I was watching a documentary the other night about autism and MMR. Some boys with autism were filmed in the doco. One boy was described as severly autistic by his father, who still seemed to have a good and affectionate relationship with his boy. That boy certainly seemed odd in his movements, but I thought there wasn't anything really strange about the way this boy was put together physically. Another autistic boy shown in the doco I thought was quite different. He didn't seem alert or active like the other boy. He didn't seem to do much at all, and he had coarse facial features and very thick lips, like a lot of non-autistic intellectually disabled people have. Sure he might have autism, but what else has he got? Doesn't anyone care to get this kid a full and proper diagnosis? This boy's mother was a leader of a curebie movement.
This site was posted about in the general section, its a 'trick site' if you will.
It gives a parody of another site which is curebie, the problem is that you have to ge through quite  a few pages before the 'truth' is revealed.

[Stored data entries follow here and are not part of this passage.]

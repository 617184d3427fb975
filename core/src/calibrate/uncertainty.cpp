#include "uncertainty.hpp"

#include <Eigen/Eigenvalues>

#include <algorithm>
#include <cmath>
#include <cstdio>
#include <limits>
#include <string>
#include <vector>

#include "triaxcal/parameters.hpp"

namespace triaxcal::detail {

namespace {

std::string percent(double v) {
  char b[32];
  std::snprintf(b, sizeof b, "%.0f %%", 100.0 * v);
  return b;
}

// Standard deviation of a measured value of `q` (value `v`; `radial` = s_r' at the point, kPa).
// Void ratio follows from the volumetric strain, e = (1 + e0) exp(-eps_v) - 1, so de = (1 + e) deps_v;
// the stress ratio s_a'/s_r' from two stresses, each with the stress precision.
double precision_of(Quantity q, double v, double radial, const CalibrationOptions& o) {
  switch (q) {
    case Quantity::axial_strain:
    case Quantity::radial_strain:
    case Quantity::volumetric_strain: return o.strain_precision;
    case Quantity::void_ratio: return (1.0 + std::abs(v)) * o.strain_precision;
    case Quantity::stress_ratio:
      return std::abs(radial) > o.stress_precision ? o.stress_precision * std::sqrt(1.0 + v * v) / std::abs(radial)
                                                   : o.stress_precision;
    default: return o.stress_precision;
  }
}

// The noise of each compared point at the optimum (see uncertainty()): sigma_y^2 and the one-sided
// changes of the simulated curve over +- sigma_x, all tests, curves in order. False when a test
// was not simulated.
bool point_noise(const Prepared& p, const Evaluator& ev, const CalibrationOptions& o, Eigen::VectorXd& var_y,
                 Eigen::VectorXd& up, Eigen::VectorXd& down) {
  var_y.resize(p.points);
  up.resize(p.points);
  down.resize(p.points);
  Eigen::Index k = 0;
  std::vector<double> plus, minus, radial;
  for (std::size_t t = 0; t < p.tests.size(); ++t) {
    const TestOutcome& out = ev.outcome(static_cast<int>(t));
    if (!out.ok) return false;
    std::size_t i = 0;
    for (const PreparedCurve& c : p.tests[t].curves) {
      const std::size_t m = c.xs.size();
      radial.assign(m, 0.0);
      if (c.x == Quantity::stress_ratio || c.y == Quantity::stress_ratio) {
        PreparedCurve r = c;
        r.y = Quantity::radial_stress;
        interpolate_curve(out.result, r, radial.data());
      }
      PreparedCurve shifted = c;
      plus.resize(m);
      minus.resize(m);
      for (std::size_t j = 0; j < m; ++j) shifted.xs[j] = c.xs[j] + precision_of(c.x, c.xs[j], radial[j], o);
      interpolate_curve(out.result, shifted, plus.data());
      for (std::size_t j = 0; j < m; ++j) shifted.xs[j] = c.xs[j] - precision_of(c.x, c.xs[j], radial[j], o);
      interpolate_curve(out.result, shifted, minus.data());
      for (std::size_t j = 0; j < m; ++j, ++k) {
        const double y = out.simulated[i + j];
        const double sy = precision_of(c.y, c.ys[j], radial[j], o);
        var_y[k] = sy * sy;
        up[k] = plus[j] - y;
        down[k] = y - minus[j];
      }
      i += m;
    }
  }
  return true;
}

// Points that share a measured row: within a test, curves with the same x column, origin, stage
// and x values share their rows (the lab measured them together), so row j of each is one group.
// Every other point is a group of its own.
std::vector<std::vector<Eigen::Index>> row_groups(const Prepared& p) {
  std::vector<std::vector<Eigen::Index>> groups;
  Eigen::Index first = 0;
  for (const PreparedTest& t : p.tests) {
    std::vector<Eigen::Index> start;
    Eigen::Index k = first;
    for (const PreparedCurve& c : t.curves) {
      start.push_back(k);
      k += static_cast<Eigen::Index>(c.xs.size());
    }
    std::vector<bool> taken(t.curves.size(), false);
    for (std::size_t a = 0; a < t.curves.size(); ++a) {
      if (taken[a]) continue;
      std::vector<std::size_t> members{a};
      for (std::size_t b = a + 1; b < t.curves.size(); ++b) {
        const PreparedCurve &ca = t.curves[a], &cb = t.curves[b];
        if (!taken[b] && ca.x == cb.x && ca.zero_stage == cb.zero_stage && ca.stage == cb.stage && ca.xs == cb.xs) {
          members.push_back(b);
          taken[b] = true;
        }
      }
      for (std::size_t j = 0; j < t.curves[a].xs.size(); ++j) {
        std::vector<Eigen::Index> g;
        for (std::size_t c : members) g.push_back(start[c] + static_cast<Eigen::Index>(j));
        groups.push_back(std::move(g));
      }
    }
    first = k;
  }
  return groups;
}

}  // namespace

// Gauss-Newton (sandwich) covariance of the free parameters at the optimum:
//     Cov = H^+ (G^T Omega G) H^+,  G = A J,  H = J^T A Psi' J,
// with J the sensitivities of the compared values, A the objective's weight of each point
// (w / range^2), Psi' the loss curvature (1 for the linear loss) and Omega the covariance of the
// points' influences psi(e) = rho'(e^2) r (the residuals r for the linear loss). The sandwich form
// keeps the intervals right for the objective's own weights, which are not the inverse noise
// variances (White 1980, "A heteroskedasticity-consistent covariance matrix estimator", Econometrica
// 48(4); for one curve with unit weights it is s^2 (J^T J)^-1, Bates & Watts 1988,
// "Nonlinear Regression Analysis and Its Applications", eq. 2.23; for a robust loss the
// M-estimator's sandwich, Huber 1981, "Robust Statistics", ch. 7).
//
// Omega, the noise model: every measured column is noisy, x as well as y (errors in variables).
// A point's residual varies as sigma_y^2 + (dy/dx)^2 sigma_x^2, the effective variance (Orear 1982,
// "Least squares when both variables have uncertainties", Am. J. Phys. 50(10) 912-916;
// Clutton-Brock 1967), with dy/dx the local slope of the simulated curve. The slope term is taken
// as the mean of the squared one-sided changes y(x +- sigma_x) - y(x) of the simulated curve, so a
// point at a kink (Mohr-Coulomb's failure point) gets the mean of both sides, not a central
// difference that averages the slopes away. Curves of a test that share their x column (the same
// measured rows) share the x error: their residuals at a row are correlated through it.
// sigma_y and sigma_x are the declared precisions (CalibrationOptions::stress_precision,
// strain_precision). With noise_from_residuals (the default) they set only each point's share of
// its curve's noise; the level is the curve's residual scatter, phi_c = mean(psi^2 / V) over the
// curve's points with n (1 - P/N) degrees of freedom, so a model that misses the data, or a lab
// noisier than declared, widens the intervals instead of hiding behind a declared precision.
// Without it the declared precisions are taken as they are (phi_c = 1).
void uncertainty(const UncertaintyContext& run, const ParameterValues& best_values, const Eigen::VectorXd& d0) {
  const Prepared& p = run.prepared;
  CalibrationSummary& s = run.summary;
  const std::size_t n = p.free.size();
  const Eigen::Index N = p.points;
  // Sensitivities in unit coordinates: the least-squares stage's own Jacobian when it has one at
  // the optimum, else the exact one on the substeps of the run at the optimum (the model's derivative
  // version), or central differences on those frozen substeps (smooth in the parameters) where
  // there is none; then per physical unit: d/dtheta = d/du / (dtheta/du).
  Eigen::MatrixXd jac;
  std::vector<bool> have(n, true);
  if (run.unit_jacobian != nullptr) {
    jac = *run.unit_jacobian;
  } else {
    const JacobianTaken taken =
        take_jacobian(p, run.options.sensitivities, run.best_unit, d0, run.options.jacobian_step, Differences::central,
                      &run.at_optimum.plans(), run.on_lanes, jac, have);
    s.jacobian_evaluations += taken.simulations;
    ++(taken.exact ? s.exact_jacobians : s.difference_jacobians);
  }
  for (std::size_t k = 0; k < n; ++k) {
    const int free_index = static_cast<int>(k);
    jac.col(static_cast<Eigen::Index>(k)) /= p.slope(free_index, best_values[static_cast<std::size_t>(p.free[k])]);
    if (!have[k])
      s.warnings.push_back("The sensitivity of " + p.names[static_cast<std::size_t>(p.free[k])] +
                           " could not be computed (the simulations next to the optimum failed); it has no interval.");
  }
  Eigen::VectorXd var_y, up, down;
  if (!point_noise(p, run.at_optimum, run.options, var_y, up, down)) {
    s.warnings.push_back("The simulation at the optimum could not be repeated for the noise model: no intervals.");
    return;
  }
  // Per point: a_i = w / range^2, its weight in the objective; the loss's rho'(e^2) and psi'(e);
  // V_i = sigma_y^2 + the x term (the mean of the squared one-sided changes over +- sigma_x).
  Eigen::VectorXd a(N), a_curv(N), rho1(N), V(N), phi(N);
  {
    Eigen::Index k = 0;
    const double share = 1.0 - static_cast<double>(n) / static_cast<double>(std::max<Eigen::Index>(N, 1));
    const Loss kind = run.options.loss;
    const double c_loss = run.options.loss_scale;
    for (const auto& t : p.tests)
      for (const auto& c : t.curves) {
        double scatter = 0.0, count = 0.0;
        const Eigen::Index k0 = k;
        for (std::size_t j = 0; j < c.xs.size(); ++j, ++k) {
          const double d = d0[k];
          const double z = (d / c.range) * (d / c.range);
          a[k] = c.weight / (c.range * c.range);
          rho1[k] = loss_weight(kind, z, c_loss);
          a_curv[k] = a[k] * loss_curvature(kind, z, c_loss);
          V[k] = var_y[k] + 0.5 * (up[k] * up[k] + down[k] * down[k]);
          const double psi = rho1[k] * d;  // in the unit of the curve
          scatter += psi * psi / V[k];
          count += rho1[k] * rho1[k];
        }
        // The curve's noise level relative to the declared precisions (1 = as declared).
        const double level = run.options.noise_from_residuals ? scatter / std::max(1e-300, count * share) : 1.0;
        for (Eigen::Index j = k0; j < k; ++j) phi[j] = level;
      }
  }
  const Eigen::MatrixXd aj = a.asDiagonal() * jac;
  const Eigen::MatrixXd H = jac.transpose() * (a_curv.asDiagonal() * jac);
  // G^T Omega G over the groups of points that share a measured row (Omega is block diagonal):
  // Omega_kl = sqrt(phi_k phi_l) rho'_k rho'_l [delta_kl sigma_y,k^2 + (up_k up_l + down_k down_l) / 2].
  Eigen::MatrixXd M = Eigen::MatrixXd::Zero(static_cast<Eigen::Index>(n), static_cast<Eigen::Index>(n));
  for (const std::vector<Eigen::Index>& g : row_groups(p))
    for (Eigen::Index k : g)
      for (Eigen::Index l : g) {
        const double x_term = 0.5 * (up[k] * up[l] + down[k] * down[l]);
        const double omega =
            std::sqrt(phi[k] * phi[l]) * rho1[k] * rho1[l] * ((k == l ? var_y[k] : 0.0) + x_term);
        if (omega != 0.0) M.noalias() += omega * aj.row(k).transpose() * aj.row(l);
      }
  // Scaled pseudo-inverse: parameters with no effect or in a null direction get no interval.
  const Eigen::Index P = static_cast<Eigen::Index>(n);
  Eigen::VectorXd scale = Eigen::VectorXd::Zero(P);
  std::vector<bool> identifiable(n, true);
  for (Eigen::Index k = 0; k < P; ++k) {
    const std::string& name = p.names[static_cast<std::size_t>(p.free[static_cast<std::size_t>(k)])];
    if (!have[static_cast<std::size_t>(k)]) {
      identifiable[static_cast<std::size_t>(k)] = false;
    } else if (!(H(k, k) > 0.0) || jac.col(k).cwiseAbs().maxCoeff() == 0.0) {
      identifiable[static_cast<std::size_t>(k)] = false;
      s.warnings.push_back(name + " has no effect on the compared curves over these tests: fix it (its value is the start value).");
    } else {
      scale[k] = 1.0 / std::sqrt(H(k, k));
    }
  }
  const Eigen::MatrixXd Hs = scale.asDiagonal() * H * scale.asDiagonal();
  Eigen::SelfAdjointEigenSolver<Eigen::MatrixXd> eig(Hs);
  Eigen::MatrixXd Hplus = Eigen::MatrixXd::Zero(P, P);
  if (eig.info() == Eigen::Success) {
    const double top = eig.eigenvalues().cwiseAbs().maxCoeff();
    for (Eigen::Index i = 0; i < P; ++i) {
      const double lambda = eig.eigenvalues()[i];
      const Eigen::VectorXd v = eig.eigenvectors().col(i);
      if (lambda > 1e-10 * top) {
        Hplus += v * v.transpose() / lambda;
        continue;
      }
      // A direction the curves cannot see: name the parameters that make it up.
      std::vector<std::string> involved;
      for (Eigen::Index k = 0; k < P; ++k)
        if (scale[k] > 0.0 && std::abs(v[k]) > 0.3) {
          identifiable[static_cast<std::size_t>(k)] = false;
          involved.push_back(p.names[static_cast<std::size_t>(p.free[static_cast<std::size_t>(k)])]);
        }
      if (involved.size() >= 2) {
        std::string list;
        for (std::size_t j = 0; j < involved.size(); ++j)
          list += (j == 0 ? "" : (j + 1 == involved.size() ? " and " : ", ")) + involved[j];
        s.warnings.push_back(list + " cannot be told apart by these tests (they trade off exactly): fix all but one, "
                                    "or add a test that separates them.");
      } else if (involved.size() == 1) {
        s.warnings.push_back(involved[0] + " is not determined by these tests: fix it.");
      }
    }
  }
  Hplus = scale.asDiagonal() * Hplus * scale.asDiagonal();
  s.covariance = Hplus * M * Hplus;
  s.correlation = Eigen::MatrixXd::Identity(P, P);
  for (Eigen::Index i = 0; i < P; ++i)
    for (Eigen::Index j = 0; j < P; ++j) {
      const double den = std::sqrt(s.covariance(i, i) * s.covariance(j, j));
      s.correlation(i, j) = (i == j) ? 1.0 : (den > 0.0 ? s.covariance(i, j) / den : kNotGiven);
      if (!identifiable[static_cast<std::size_t>(i)] || !identifiable[static_cast<std::size_t>(j)])
        s.correlation(i, j) = i == j ? 1.0 : kNotGiven;
    }
  // 1.96: two-sided 95 % quantile of the normal distribution (N is hundreds of points here).
  constexpr double z95 = 1.959963984540054;
  for (Eigen::Index k = 0; k < P; ++k) {
    FittedParameter& fp = s.parameters[static_cast<std::size_t>(p.free[static_cast<std::size_t>(k)])];
    if (!identifiable[static_cast<std::size_t>(k)]) {
      fp.standard_error = std::numeric_limits<double>::infinity();
      continue;
    }
    const double se = std::sqrt(std::max(0.0, s.covariance(k, k)));
    fp.standard_error = se;
    if (p.scale[static_cast<std::size_t>(k)] == ParameterScale::log && fp.value > 0.0) {
      const double spread = std::exp(z95 * se / fp.value);
      fp.interval_low = fp.value / spread;
      fp.interval_high = fp.value * spread;
    } else {
      fp.interval_low = fp.value - z95 * se;
      fp.interval_high = fp.value + z95 * se;
    }
    if (fp.value != 0.0 && se > 0.5 * std::abs(fp.value))
      s.warnings.push_back(fp.name + " is poorly determined by these tests (standard error " +
                           percent(se / std::abs(fp.value)) + " of its value): fix it or add a test that is sensitive to it.");
  }
  for (Eigen::Index i = 0; i < P; ++i)
    for (Eigen::Index j = i + 1; j < P; ++j) {
      const double r = s.correlation(i, j);
      if (std::isnan(r) || std::abs(r) < run.options.correlation_warning) continue;
      char b[16];
      std::snprintf(b, sizeof b, "%.2f", r);
      s.warnings.push_back(s.free_names[static_cast<std::size_t>(i)] + " and " + s.free_names[static_cast<std::size_t>(j)] +
                           " are correlated at " + b +
                           " over these tests: fix one, or add a test that separates them (e.g. at a different confining stress).");
    }
}

}  // namespace triaxcal::detail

I think the point can be lost because a lot of people wont keep reading something they find objectionable.
Noetic, If you knew anything at all about genetic syndromes, you would know that the appearance of facial features is an extremely important characteristic that is used to diagnose such syndromes. Here is a list of just a few genetic syndromes which are diagnosed based on characteristic facial features as a "symptom"; Down's syndrome, Fragile X, Foetal alcohol syndrome, Cohen's syndrome, Williams syndrome. A couple of those syndromes also have obesity as a diagnostic feature. I think it is probably true that all or most genetic syndromes can be detected by characteristic facial appearance, including some cases of AS/autism. I know a person in real life who is the living image of an aspie author, who's photo I have seen in one of their books. But I don't believe the lady pictured in that web site has a very aspie-looking face. I think there could be some other gene involved with her condition. None of this has anythig at all to do with race, and this isn't racism, it's well establised medical science.

Quite frankly, I'm pretty fed up with seeing people who have genetic syndromes in addition to autism held up as examples of autism. It's simply misleading and it confuses the issues.
Forced 'treatment' with neuroleptic drugs can cause obesity.
I think the fact that the meaning of the site is hidden until some way in causes confusion, it is meant too in one sense, but it shouldn't be at the expense of miscommunicating an important message.

Maybe the real purpose of the site would be better revealed on page 2 or 3.

Amy Wrote:
I think the fact that the meaning of the site is hidden until some way in causes confusion, it is meant too in one sense, but it shouldn't be at the expense of miscommunicating an important message.

Maybe the real purpose of the site would be better revealed on page 2 or 3.


I agree to a degree. Some people will likely get too upset too early and stop reading, before they realize what the real purpose of the site is. I got close, but find that due to perseveration, I rarely give up that easily, and I am glad I didn't.

I suppose not everybody has the time and patience to read all the way through. I was almost late for an appointment, because I lost track of time while reading through the many pages of this site.

Lili Marlene, have you looked at the picture of this autistic lady (I wished she'd tell her name anywhere) as a child? She looked like a normal, beautiful little girl to me. Abuse, psychotropic drugs, having her hair shorn so short and many other factors contribute to her looking the way she does now. Plus, she could use a little help in choosing her clothing, because her choice of clothes makes her look fatter than she is. Large breasts are no help, either. Another thing is that she doesn't speak or smile, and therefore doesn't use her facial muscles very much, and has a blank face as a result.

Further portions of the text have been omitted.